• _Work instruction_: Every entry is to be printed again precisely as given.
----
package chem

import "math"

// Powers and logarithms that give the same bits on every machine, for what is
// drawn with a stored seed. They are good to a few units in the last place.

// Exp10 returns 10 to the power x.
func Exp10(x float64) float64 { return portableExp(float64(x * math.Ln10)) }

// Ln returns the natural logarithm of x; NaN if x isn't positive.
func Ln(x float64) float64 {
	if !(x > 0) {
		return math.NaN()
	}
	return portableLog(x)
}

// Raised returns x to the power y for an x that isn't negative; 0 for x = 0.
func Raised(x, y float64) float64 {
	if !(x > 0) {
		return 0
	}
	return portableExp(float64(y * portableLog(x)))
}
----
• _Answer section_:
package chem

import "math"

// Powers and logarithms that give the same bits on every machine, for what is
// drawn with a stored seed. They are good to a few units in the last place.

// Exp10 returns 10 to the power x.
func Exp10(x float64) float64 { return portableExp(float64(x * math.Ln10)) }

// Ln returns the natural logarithm of x; NaN if x isn't positive.
func Ln(x float64) float64 {
	if !(x > 0) {
		return math.NaN()
	}
	return portableLog(x)
}

// Raised returns x to the power y for an x that isn't negative; 0 for x = 0.
func Raised(x, y float64) float64 {
	if !(x > 0) {
		return 0
	}
	return portableExp(float64(y * portableLog(x)))
}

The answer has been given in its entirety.